In poking around in iManager, I found that the server certificates issued by the EBA CA show the Subject Name as UID=… which can be traced back to the GUID of the [Pseudo Server] object for the NCP Server they were issued to. Because there is clearly an attribute being used here, that is why I suspect it is on the [Pseudo Server], but iMonitor is hiding it from me.
Spelunking through the DIB directory on Server2, I found that Server2 has a non-replicating stream file from Jan 2018 that seems to be the certificate data issued for EBA that does not link back to a valid EBA CA, which is most likely what this server is actually complaining about.
As I said at the top, I do not know how this server got to the state it is in. I am assuming that somebody configured EBA when doing the eDirectory 9.04 install (it does, after all, prompt you to ask if you want to configure EBA now). That should have created the EBA CA, and issued a certificate to this server. Knowing what I know now, before I configured Server1 for EBA, I should have looked at the T= object in iMonitor to see if it had the EBA configuration attributes on it. I do not think it did, because the configuration on Server1 should not have proceeded to create them if they were already there. So, EBA was configured on Server2, and somehow the EBA CA went missing. That breaks EBA, as the certificate used no longer links back to anything.

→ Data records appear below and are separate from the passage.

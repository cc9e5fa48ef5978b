"""Pairs of made-up nights: signed sums and divisors pair by pair; every few nights have their own coins."""

from __future__ import annotations

from dataclasses import dataclass
from functools import lru_cache
from typing import Any

import numpy as np
from scipy.special import stdtrit

from daq.estimate import Sums
from daq.estimate.arrays import FloatArray, added
from daq.estimate.contrast import epsilon_and_delta
from daq.estimate.tables import plan_contrast
from tests.studies.bench import Night, night
from tests.studies.sources import SOURCES

TOGETHER = 20  # nights that share coins: one draw of a study


@dataclass(frozen=True, slots=True)
class Pairs:
    """By night and pair (N, B): weighted signed sum, divisor, and variance of the sum from counting."""

    epsilon: FloatArray
    delta: FloatArray
    variance: FloatArray

    def after(self, pairs: int) -> tuple[FloatArray, FloatArray, FloatArray]:
        """Return kappa, its jackknife and its counting standard error after so many pairs, by night."""
        e, d = self.epsilon[:, :pairs], self.delta[:, :pairs]
        total = d.sum(axis=1)
        kappa = e.sum(axis=1) / total
        without = (e.sum(axis=1)[:, None] - e) / (total[:, None] - d)
        squares = np.sum((without - without.mean(axis=1, keepdims=True)) ** 2, axis=1)
        se = np.sqrt((pairs - 1) / pairs * squares)
        return kappa, se, np.sqrt(self.variance[:, :pairs].sum(axis=1)) / total


def planned(positions: int, pairs: int, dwell_s: float, seed: int) -> Night:
    """Return a night with coins of a seed."""
    return night(
        positions__number=positions,
        itinerary__laps=2 * pairs,
        itinerary__dwell_s=dwell_s,
        itinerary__seed=seed,
    )


def counted(of: Night, source: str, generator: np.random.Generator, nights: int = TOGETHER) -> FloatArray:
    """Return the counts of some nights by visit."""
    strength = SOURCES[source](of.time_s, nights, generator)
    return np.asarray(generator.poisson(of.expected * strength), float)


def cells(of: Night, by_visit: FloatArray) -> FloatArray:
    """Return sums of one night by pair, position and opening."""
    shape = (of.plan.planned_pairs, *of.rates_hz.shape)
    cell = (of.plan.pair * shape[1] + of.plan.position) * shape[2] + of.plan.opening
    return added(cell, by_visit, int(np.prod(shape))).reshape(shape)


def sums_of_night(of: Night, counts: FloatArray) -> Sums:
    """Return the sums of one night."""
    value = cells(of, counts)
    return Sums(value, cells(of, of.dwell_s), value)


def pairs_of(of: Night, counts: FloatArray) -> Pairs:
    """Return the pairs of some nights; every cell of a pair has the same live time."""
    live = cells(of, of.dwell_s)
    what, signs = plan_contrast(of.plan)
    value = np.array([cells(of, one) for one in counts])
    epsilon, delta = epsilon_and_delta(value / live, what, of.plan.normalisation, signs)
    variance = (value / live**2) @ what.residual**2
    weights = of.plan.weights
    return Pairs(epsilon @ weights, delta @ weights, variance @ weights**2)


@lru_cache(maxsize=4096)
def quantile(pairs: int) -> float:
    """Return the two-sided 95 % quantile of Student's t for so many pairs."""
    return float(stdtrit(pairs - 1, 0.975))


def share(column: Any) -> dict[str, float]:
    """Return the share of nights and its simulation error."""
    values = np.asarray(column, float).ravel()
    mean = float(values.mean())
    return {"share": mean, "se": float(np.sqrt(max(mean * (1 - mean), 1e-12) / len(values)))}
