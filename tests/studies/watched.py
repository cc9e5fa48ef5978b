"""Watched nights: how often a band that is looked at after every pair leaves zero although kappa is zero."""

from __future__ import annotations

from collections.abc import Mapping
from typing import Any

import numpy as np

from daq.estimate.peeking import anytime_multiplier, hard_end_multiplier
from tests.studies.figures import within
from tests.studies.pairs import TOGETHER, counted, pairs_of, planned, quantile, share
from tests.studies.rows import Each, rows
from tests.studies.scaled import drawn
from tests.studies.sources import SOURCES

NIGHTS = 2000
POSITIONS, PAIRS, DWELL_S = 11, 20, 8.8  # ten hours, a pair in half an hour


def study(nights: int = NIGHTS, each: Each = rows) -> dict[str, Any]:
    """Return how often each band leaves zero, by source."""
    return {
        "about": f"Lantern, {POSITIONS} positions, {PAIRS} pairs of half an hour, kappa zero; "
        "share of nights in which the band leaves zero",
        "rows": each("watched:row", {source: [source, nights] for source in SOURCES}),
    }


def nights(parameters: Mapping[str, Any], generator: np.random.Generator) -> dict[str, Any]:
    """Return what became of some nights with coins of their own."""
    of = planned(POSITIONS, PAIRS, DWELL_S, int(generator.integers(2**40)))
    pairs = pairs_of(of, counted(of, parameters["source"], generator))
    left = {name: np.zeros(TOGETHER, bool) for name in ("whole night", "hard end", "t from 2", "t from 8")}
    end = np.zeros(TOGETHER, bool)
    for many in range(2, PAIRS + 1):
        kappa, se, _ = pairs.after(many)
        far = np.abs(kappa) / se
        left["whole night"] |= far > anytime_multiplier(many, PAIRS)
        left["hard end"] |= far > hard_end_multiplier(many, PAIRS)
        end = far > quantile(many)
        left["t from 2"] |= end
        left["t from 8"] |= end if many >= 8 else False
    return {name: column.astype(float) for name, column in (left | {"t at the end": end}).items()}


def row(source: str, nights: int) -> dict[str, Any]:
    """Return the figures of one source."""
    found = drawn("watched:nights", -(-nights // TOGETHER), {"source": source})
    shares = {name: share(column) for name, column in found.items()}
    return {
        "nights": len(found["t at the end"]),
        **{name: one["share"] for name, one in shares.items()},
        "whole night se": shares["whole night"]["se"],
        "meets": {
            "whole night": shares["whole night"]["share"] <= 0.05,
            "t at the end": within(shares["t at the end"]["share"], 0.035, 0.065),
            "t watched fails": shares["t from 2"]["share"] > 0.15,
        },
    }
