"""The live page: reads `live.json` and the archives of a lab, and moves nothing."""
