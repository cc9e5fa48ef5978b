"""Figures: bias, scatter and coverage of many nights, each with its simulation error."""

from __future__ import annotations

from math import sqrt
from typing import Any

import numpy as np
from scipy.stats import t as student

from daq.estimate.arrays import FloatArray


def figures(kappa: FloatArray, se: FloatArray, dof: int, counting_se: float) -> dict[str, Any]:
    """Return bias and scatter in counting standard errors, and the coverage of the t bars.

    Parameters
    ----------
    kappa, se
        By night; the true kappa is zero.
    """
    nights = len(kappa)
    sd = float(kappa.std(ddof=1))
    return {
        "nights": nights,
        "bias": float(kappa.mean()) / counting_se,
        "bias_se": sd / sqrt(nights) / counting_se,
        "sd": sd / counting_se,
        "sd_se": sd / sqrt(2 * (nights - 1)) / counting_se,
        **{
            f"coverage_{name}": float(np.mean(np.abs(kappa) <= student.ppf(0.5 + level / 2, dof) * se))
            for name, level in (("68", 0.6827), ("95", 0.95))
        },
        "coverage_95_se": sqrt(0.95 * 0.05 / nights),
    }


def within(value: float, low: float, high: float) -> bool:
    """Return whether a figure lies in a band."""
    return bool(low <= value <= high)


def against(values: FloatArray, se: FloatArray, truth: float, formula: float) -> dict[str, Any]:
    """Return bias, scatter over what was said and over a formula, each with its simulation error."""
    draws, sd, said = len(values), float(values.std(ddof=1)), float(np.sqrt(np.mean(se**2)))
    # by the fourth moment: the scatter of an exponential law is known less well than that of a normal one
    excess = float(np.mean((values - values.mean()) ** 4) / values.var() ** 2)
    known = float(np.sqrt((excess - 1) / (4 * draws)))
    return {
        "draws": draws,
        "bias": float(values.mean() - truth) / said,
        "bias_se": sd / said / float(np.sqrt(draws)),
        "over_said": sd / said,
        "over_said_se": known * sd / said,
        "over_formula": sd / formula,
        "over_formula_se": known * sd / formula,
        **({"share": sd / truth} if truth else {}),
    }
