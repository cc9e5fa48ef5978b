"""An operator's buttons as Dash components, and the question before anything is asked of a run."""

from __future__ import annotations

import json
from collections.abc import Mapping
from typing import Any

from dash import html

Part = Mapping[str, Any]
Children = list[Any]


def question() -> html.Dialog:
    """Return the question before anything is asked of a run; the browser fills it in."""
    return html.Dialog(
        [
            html.H2(id="confirm-title"),
            html.P(id="confirm-will"),
            html.Div(
                [
                    html.Button("Do nothing", id="confirm-no", type="button"),
                    html.Button(id="confirm-yes", type="button"),
                ],
                className="buttons",
            ),
        ],
        id="confirm",
        **{"aria-labelledby": "confirm-title", "aria-describedby": "confirm-will"},
    )


def operate(part: Part | None) -> Children:
    """Return what may be asked of the run, and what was asked before."""
    if part is None or not (part["acts"] or part["asked"]):
        return []
    asked = [html.Ol([html.Li(line) for line in part["asked"]], className="soft")] if part["asked"] else []
    acts = [html.Div([act_button(act) for act in part["acts"]], className="buttons")] if part["acts"] else []
    return [html.H2("Ask of the run"), *acts, *asked]


def act_button(act: Part) -> html.Button:
    """Return a button that first says what will happen."""
    told = {f"data-{key}": act[key] for key in ("what", "about", "run", "will")}
    return html.Button(act["label"], type="button", className="act", **told)


def who(part: Part | None) -> Children:
    """Return who looks, and the way out for whoever logged in."""
    if part is None:
        return []
    leave = [html.Button("Log out", id="log-out", type="button")] if part["inside"] else []
    return [html.Span(part["says"]), *leave]


def desk(part: Part | None) -> Children:
    """Return what is booked in the lab, and for an operator a form that books once more."""
    if part is None:
        return []
    says = [html.P(part["says"])] if part["says"] else []
    started = html.Ul([html.Li(line) for line in part["starts"]])
    starts = [html.Details([html.Summary("Earlier starts"), started])] if part["starts"] else []
    asked = [html.Ul([html.Li(line) for line in part["asked"]], className="soft")] if part["asked"] else []
    form = [_form(part["form"])] if part["form"] else []
    booked = html.Ul([_booked(line) for line in part["lines"]])
    return [html.H2("Booked"), *says, booked, *form, *asked, *starts]


def _booked(line: Part) -> html.Li:
    cancel = [html.Div(act_button(line["cancel"]), className="buttons")] if line["cancel"] else []
    return html.Li([html.P(line["says"]), html.P(line["ready"], className="soft"), *cancel])


def _form(form: Part) -> html.Details:
    """Return the place of a form; the browser fills it, and gathers what is in it."""
    told = {"data-files": json.dumps(form["files"]), "data-will": form["will"]}
    return html.Details([html.Summary("Book once more"), html.Div(id="booking-fields")], id="booking", **told)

It should be possible, at this point, to tell Server2 to abandon the certificate it has, and go request a new one from the Certificate Authority. It does not seem to be possible to do this. There is, of course, no documented way to invalidate a broken certificate and tell the EBA client (server) to go get a new one.
I tried a few ways to convince Server2 to abandon this broken certificate and request a new one.

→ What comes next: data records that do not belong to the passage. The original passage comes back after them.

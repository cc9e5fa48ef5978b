"""What the page says about kappa: figure, unit, both bands, zero, goal and scatter."""

from __future__ import annotations

import math
from collections.abc import Mapping
from typing import Any

from daq.estimate.blinding import Blinding
from dashboard.bands import INNER, OUTER, band_to_read, first_band_pair, whole_night
from dashboard.words import NB, count, decimals_of, fixed, unit_of

Feed = Mapping[str, Any]
_ORDINALS = {2: "Second", 3: "Third", 4: "Fourth", 5: "Fifth"}
PRINTED_FROM_PAIR = 8


def residual_view(feed: Feed) -> dict[str, Any]:
    """Return everything the page says about kappa; nothing of its value while the run is blinded."""
    kappa = feed["kappa"]
    said: dict[str, Any] = {
        "heading": f"{_ORDINALS[feed['slits']]}-order {'residual' if feed['slits'] > 2 else 'term'}, κ",
        "figure": None,
        "se": None,
        "bands": [],
        "rule": None,
    }
    if is_blinded(feed):
        return said | {
            "short": "Hidden",
            "se": _bar(kappa),
            "unit": _after(kappa, f"{unit(kappa)[1]}, one standard error"),
            "says": ["κ is hidden: this run is blinded.", *_goal_says(feed)],
        }
    if kappa["pairs"] < 2 or kappa["value"] is None:
        return said | {"short": "Not yet", "unit": _after(kappa), "says": [_waiting_says(kappa)]}
    if not kappa["printable"]:
        return said | {"short": "Not printed", "unit": _after(kappa), "says": [_WEAK]}
    if kappa["pairs"] < PRINTED_FROM_PAIR:
        return said | {"short": "Too early", "unit": _after(kappa), "says": _early_says(feed)}
    return said | _figure(feed)


def is_blinded(feed: Feed) -> bool:
    """Return whether kappa, and what gives it away, must not leave this process."""
    return Blinding(str(feed.get("blinding"))).hides


def unit(kappa: Mapping[str, Any]) -> tuple[float, str]:
    """Return the unit of the printed kappa: that of the goal, or of the forecast where they are far apart."""
    goal, forecast = kappa.get("goal_se"), kappa.get("forecast_se")
    if goal and forecast:
        return unit_of(goal if 0.2 < forecast / goal < 5 else forecast)
    return unit_of(goal or forecast or kappa.get("se") or 1e-3)


_WEAK = (
    "The interference is too weak to divide by (δ is below six of its standard errors), so κ is not printed. "
    "Check that all slits are lit and that the mask is in register."
)


def _after(kappa: Mapping[str, Any], unit_name: str = "") -> str:
    pairs = f"after {kappa['pairs']} of {count(kappa['planned_pairs'])} pairs"
    return f"{unit_name}, {pairs}" if unit_name else pairs


def _waiting_says(kappa: Mapping[str, Any]) -> str:
    return f"κ needs two complete pairs; so far there {_are(kappa['pairs'])}."


def _are(pairs: int) -> str:
    return "is one" if pairs == 1 else "are none"


def _early_says(feed: Feed) -> list[str]:
    kappa = feed["kappa"]
    scale, name = unit(kappa)
    dot = fixed(kappa["value"] / scale, 1, plus=True)
    return [
        f"The dot stands at {dot} {name.split(' (')[0]}.",
        *_band_start(kappa),
        f"The error bar gets a number at pair {PRINTED_FROM_PAIR}.",
        *_goal_says(feed),
    ]


def _band_start(kappa: Mapping[str, Any]) -> list[str]:
    if whole_night(kappa) is not None:
        return []
    start = first_band_pair(kappa["planned_pairs"])
    if start is None:
        return ["The run is too short for a band that holds over the whole night."]
    return [f"The band starts at pair {start}."]


def _figure(feed: Feed) -> dict[str, Any]:
    kappa = feed["kappa"]
    scale, name = unit(kappa)
    decimals = decimals_of(kappa["se"] / scale)
    says = [*_zero_says(feed), *_band_start(kappa), *_goal_says(feed), *_scatter_says(kappa, scale)]
    return {
        "short": None,
        "figure": fixed(kappa["value"] / scale, decimals, plus=True),
        "se": _bar(kappa),
        "unit": _after(kappa, f"{name} ± one standard error"),
        "bands": _bands(feed, scale, decimals),
        "says": [*says, *_truth_says(feed, scale, name, decimals)],
    }


def _bar(kappa: Mapping[str, Any]) -> str | None:
    if not kappa["se"] or kappa["pairs"] < PRINTED_FROM_PAIR:
        return None
    scale, _ = unit(kappa)
    return fixed(kappa["se"] / scale, decimals_of(kappa["se"] / scale))


def _bands(feed: Feed, scale: float, decimals: int) -> list[dict[str, Any]]:
    kappa = feed["kappa"]
    drawn = [("outer", kappa["whole_night_95"], OUTER), ("inner", kappa["interval_95"], INNER)]
    drawn.sort(key=lambda band: band[0] != band_to_read(feed))
    reach = 1.1 * max((abs(v) for _, ends, _ in drawn if ends for v in ends), default=1.0)
    return [
        {
            "kind": kind,
            "label": label,
            "ends": " … ".join(fixed(v / scale, decimals, plus=True) for v in ends),
            "read": kind == band_to_read(feed),
            "from_percent": round(50 + 50 * ends[0] / reach, 1),
            "to_percent": round(50 + 50 * ends[1] / reach, 1),
        }
        for kind, ends, label in drawn
        if ends is not None
    ]


def _zero_says(feed: Feed) -> list[str]:
    kappa = feed["kappa"]
    if feed["slits"] == 2:
        return ["With two slits this term is the interference itself; it is not expected to vanish."]
    inner = band_to_read(feed) == "inner"
    ends = kappa["interval_95"] if inner else kappa["whole_night_95"]
    if ends is None:
        return []
    band = "95 % interval at the planned end" if inner else "whole-night band"
    if ends[0] <= 0 <= ends[1]:
        return [f"Zero lies inside the {band}."]
    return [f"Zero lies outside the {band}. Look for a cause in the instrument first."]


def _goal_says(feed: Feed) -> list[str]:
    kappa = feed["kappa"]
    goal, forecast = kappa["goal_se"], kappa["se"] if feed["ended"] else kappa["forecast_se"]
    if not goal or not forecast:
        return []
    scale, _ = unit(kappa)
    decimals = decimals_of(goal / scale)
    if kappa["pairs"] < PRINTED_FROM_PAIR and not feed["ended"]:
        return [f"Whether its goal of ±{NB}{fixed(goal / scale, decimals)} will be met is said from then on."]
    ends = f"±{NB}{fixed(forecast / scale, decimals)}"
    aim = f"±{NB}{fixed(goal / scale, decimals)}"
    if feed["ended"]:
        word = "meets" if forecast <= goal else "misses"
        return [f"The run ended with {ends}; that {word} the goal of {aim}."]
    if forecast <= goal:
        return [f"At this pace the run ends with {ends} and meets its goal of {aim}."]
    needed = math.ceil(kappa["planned_pairs"] * (forecast / goal) ** 2)
    near = "just short of" if forecast <= 1.2 * goal else "short of"
    return [
        f"At this pace the run ends with {ends}, {near} the goal of {aim}; "
        f"the goal would take about {needed} pairs instead of {kappa['planned_pairs']}."
    ]


def _scatter_says(kappa: Mapping[str, Any], scale: float) -> list[str]:
    if not kappa["excess"] or not kappa["counting_se"]:
        return []
    counting = kappa["counting_se"] / scale
    se = f"{NB}±{NB}{fixed(kappa['excess_se'], 1)}" if kappa["excess_se"] else ""
    return [
        f"Counting alone would give ±{NB}{fixed(counting, decimals_of(counting))}; "
        f"the pairs scatter {fixed(kappa['excess'], 1)}{se} times as much."
    ]


def _truth_says(feed: Feed, scale: float, name: str, decimals: int) -> list[str]:
    truth = feed.get("truth_kappa")
    if truth is None:
        return []
    word = name.split(" (", maxsplit=1)[0]
    return [f"The simulated source was given κ = {fixed(truth / scale, decimals, plus=True)} {word}."]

The sticking point here is that EBA interferes with authentication. Authentication is required to configure EBA. If I disable EBA for authentication, then EBA cannot be configured. If I leave EBA enabled for authentication, then authentication fails, and EBA cannot be configured. It is a wonderfully secure chicken vs. egg problem.

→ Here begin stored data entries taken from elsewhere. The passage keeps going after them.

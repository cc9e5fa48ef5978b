"""The bench of the planning studies: three equal slits, in units of slit width, and what an order costs."""

from __future__ import annotations

from dataclasses import dataclass
from itertools import permutations

import numpy as np

from daq.estimate.arrays import FloatArray, IntArray
from daq.itinerary import Wander, wander_variance
from daq.itinerary.cost import Pattern, exposures_s, pattern_of
from daq.itinerary.moves import start_times_s
from daq.itinerary.orders import Order

NIGHT_S, COUNTS = 36_000.0, 1e9  # counts of a night without moves
POSITIONS = 41
NATURAL = (0, 1, 2, 4, 3, 5, 6, 7)  # none A B C AB AC BC ABC, as bit masks
CHANGE_S = 0.32  # detector, one step


def pattern(positions: int = POSITIONS, background: float = 0.02) -> Pattern:
    """Return the pattern of slits of width 1 and pitch 3 at u = -0.8 .. 0.8, background in single slits."""
    u = np.linspace(-0.8, 0.8, positions)
    columns = [
        np.abs(sum((_slit(u, slit) for slit in range(3) if mask >> slit & 1), np.zeros(u.shape, complex)))
        ** 2
        for mask in range(8)
    ]
    rates = np.stack(columns, axis=-1) + background
    rates *= COUNTS / NIGHT_S / rates.mean()
    return pattern_of(rates, np.arange(8), 3, "pairwise", counts=False)


def _slit(u: FloatArray, slit: int) -> FloatArray:
    return np.asarray(np.sinc(u) * np.exp(2j * np.pi * u * 3 * (slit - 1)))


@dataclass(frozen=True, slots=True)
class Machine:
    """A mask translator: settling and time a slot, and which opening stands in which slot."""

    settle_s: float
    slot_s: float
    layout: tuple[int, ...] = NATURAL

    @property
    def between_s(self) -> FloatArray:
        """Time from opening to opening, (8, 8) [s]; none for the same one."""
        at = np.empty(8)
        at[list(self.layout)] = np.arange(8)
        move_s = self.settle_s + self.slot_s * np.abs(at[:, None] - at)
        np.fill_diagonal(move_s, 0.0)
        return np.asarray(move_s)


@dataclass(frozen=True, slots=True)
class Timed:
    """An order with its times; gates as points in their middle (`width` 0) or with their width (1)."""

    weight: FloatArray
    start_s: FloatArray
    dwell_s: FloatArray
    total_s: float
    counting_var: float

    def drift_var(self, wander: Wander, width: float) -> float:
        """Return the variance of kappa that a wander of the log rate brings."""
        middle_s = self.start_s + self.dwell_s / 2
        dwell_s = width * self.dwell_s
        return wander_variance(self.weight, middle_s - dwell_s / 2, dwell_s, wander)

    def error(self, log_rate: FloatArray) -> float:
        """Return the error of kappa for a log rate at the middle of each visit."""
        return float(self.weight @ log_rate)


def timed(of: Pattern, order: Order, machine: Machine, dwell_s: float) -> Timed:
    """Return an order with its times on a machine, every visit as long."""
    step = np.abs(np.diff(order.position))
    detector_s = np.where(step > 0, CHANGE_S - 0.02 + 0.02 * step, 0.0)
    gap_s = np.maximum(machine.between_s[order.opening[:-1], order.opening[1:]], detector_s)
    dwell = np.full(order.opening.size, dwell_s)
    start_s = start_times_s(dwell, gap_s)
    exposure_s = exposures_s(order.position, order.opening, dwell, of.rates_hz.shape)
    return Timed(
        weight=of.visit_weights(order.position, order.opening, dwell),
        start_s=start_s,
        dwell_s=dwell,
        total_s=float(start_s[-1] + dwell_s),
        counting_var=float(of.counting_variances(exposure_s, 0.0).sum()),
    )


def ideal(of: Pattern) -> float:
    """Return time x variance without moves and drift, equal dwell."""
    seconds = np.ones(of.rates_hz.shape)
    return float(of.counting_variances(seconds, 0.0).sum() * seconds.sum())


def q_of(of: Pattern, found: Timed, wander: Wander, width: float) -> float:
    """Return time x variance over the ideal."""
    return found.total_s * (found.counting_var + found.drift_var(wander, width)) / ideal(of)


def all_orders() -> IntArray:
    """Return the 40 320 orders of eight openings."""
    return np.array(list(permutations(range(8))))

As far as I know, there is no way to edit the [Pseudo Server] object outside of dsdump, so a Service Request was opened, and after repeating much of the above, and a few other investigatory things, we eventually were able to remove the EBA configuration from Server2 with dsdump. Afterward, using "ndsconfig upgrade configure-eba-now yes" worked on Server2, and now EBA is working correctly.
Server is EBA enabled
INFO: EBACA = false
INFO: NCPCA validity start = Thu Sep 13 09:53:30 2018
INFO: NCPCA validity end = Sun Jul 30 17:17:10 2028
INFO: CRL validity start = Tue Sep 25 12:58:50 2018
INFO: CRL validity end = Tue Oct 2 12:58:50 2018
INFO: EBACA certificate validity start = Thu Aug 2 17:17:10 2018
INFO: EBACA certificate validity end = Sun Jul 30 17:17:10 2028
The other way out of this might be to delete and recreate the instance. Since this is a two server tree, I tried adding a new instance, and that failed with the replica add stuck at "new" for the [Root] partition. I suspect that this is EBA preventing a partition operation, though I cannot see any way to prove that. The documentation says that EBA will prevent partition operations that would attempt to remove EBA. I may have to treat Server2 as a dead server first, nuke the DIB directory, clean up the replica rings, then recreate it. I did not try that.